--- Record excerpts Enclosed Below ---
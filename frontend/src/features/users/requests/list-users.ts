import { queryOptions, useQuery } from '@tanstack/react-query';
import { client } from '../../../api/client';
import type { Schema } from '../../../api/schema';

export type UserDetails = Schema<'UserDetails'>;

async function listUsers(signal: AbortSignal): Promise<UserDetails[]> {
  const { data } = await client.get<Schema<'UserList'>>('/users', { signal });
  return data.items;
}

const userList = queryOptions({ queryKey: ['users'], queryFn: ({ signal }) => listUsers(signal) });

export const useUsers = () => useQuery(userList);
--- End of Enclosed Record excerpts ---
--- Record excerpts Enclosed Below ---
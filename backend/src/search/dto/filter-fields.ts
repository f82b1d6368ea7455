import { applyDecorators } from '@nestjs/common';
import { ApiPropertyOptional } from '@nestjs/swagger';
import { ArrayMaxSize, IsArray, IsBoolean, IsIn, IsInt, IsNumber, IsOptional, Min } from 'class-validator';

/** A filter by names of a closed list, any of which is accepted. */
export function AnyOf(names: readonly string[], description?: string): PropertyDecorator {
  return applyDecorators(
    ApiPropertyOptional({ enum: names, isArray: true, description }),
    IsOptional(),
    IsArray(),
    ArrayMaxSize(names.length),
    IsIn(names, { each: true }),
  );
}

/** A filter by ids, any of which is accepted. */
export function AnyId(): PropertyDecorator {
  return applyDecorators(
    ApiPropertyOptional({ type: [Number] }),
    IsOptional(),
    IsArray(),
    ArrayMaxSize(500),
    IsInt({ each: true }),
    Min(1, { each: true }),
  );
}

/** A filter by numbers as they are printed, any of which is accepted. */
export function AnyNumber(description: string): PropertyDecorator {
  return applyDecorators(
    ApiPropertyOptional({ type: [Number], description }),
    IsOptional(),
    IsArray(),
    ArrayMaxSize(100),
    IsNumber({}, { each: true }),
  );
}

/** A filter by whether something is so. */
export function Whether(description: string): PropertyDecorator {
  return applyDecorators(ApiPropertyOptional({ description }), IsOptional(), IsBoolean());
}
--- End of Enclosed Record excerpts ---
--- Record excerpts Enclosed Below ---
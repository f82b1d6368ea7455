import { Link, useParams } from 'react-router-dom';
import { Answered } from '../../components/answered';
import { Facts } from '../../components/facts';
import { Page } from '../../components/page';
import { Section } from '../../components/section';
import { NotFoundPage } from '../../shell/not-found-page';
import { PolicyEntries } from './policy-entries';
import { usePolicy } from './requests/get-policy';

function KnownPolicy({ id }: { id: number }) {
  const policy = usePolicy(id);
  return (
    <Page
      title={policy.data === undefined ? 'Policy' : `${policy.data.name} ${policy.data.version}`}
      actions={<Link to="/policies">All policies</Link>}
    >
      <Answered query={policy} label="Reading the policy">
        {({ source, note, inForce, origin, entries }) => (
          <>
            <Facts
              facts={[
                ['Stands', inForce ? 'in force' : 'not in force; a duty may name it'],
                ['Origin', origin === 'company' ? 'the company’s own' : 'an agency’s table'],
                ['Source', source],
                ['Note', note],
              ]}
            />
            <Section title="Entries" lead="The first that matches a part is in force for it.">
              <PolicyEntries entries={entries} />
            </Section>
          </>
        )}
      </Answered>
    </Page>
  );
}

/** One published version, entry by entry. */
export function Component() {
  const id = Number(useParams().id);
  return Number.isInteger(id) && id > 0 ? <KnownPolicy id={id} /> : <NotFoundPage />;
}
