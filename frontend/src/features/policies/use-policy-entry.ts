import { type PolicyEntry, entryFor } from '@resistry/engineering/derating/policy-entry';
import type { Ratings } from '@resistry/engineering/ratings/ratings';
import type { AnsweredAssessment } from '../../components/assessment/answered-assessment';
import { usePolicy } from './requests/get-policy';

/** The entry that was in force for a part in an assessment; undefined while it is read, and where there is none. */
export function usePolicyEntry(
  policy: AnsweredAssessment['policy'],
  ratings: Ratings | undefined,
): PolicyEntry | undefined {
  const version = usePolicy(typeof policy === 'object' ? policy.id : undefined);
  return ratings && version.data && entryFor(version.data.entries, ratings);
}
--- End of Enclosed Record excerpts ---
• **What the task asks**
Set down, unchanged, only those lines above that fall between the line with "filename frontend/src/features/users/requests/list-users.ts" and the line with "listUsers(signal: AbortSignal): Promise<UserDetails[]>", the two end lines included.

• **Output for this exercise**
filename frontend/src/features/users/requests/list-users.ts
import { queryOptions, useQuery } from '@tanstack/react-query';
import { client } from '../../../api/client';
import type { Schema } from '../../../api/schema';

export type UserDetails = Schema<'UserDetails'>;

async function listUsers(signal: AbortSignal): Promise<UserDetails[]> {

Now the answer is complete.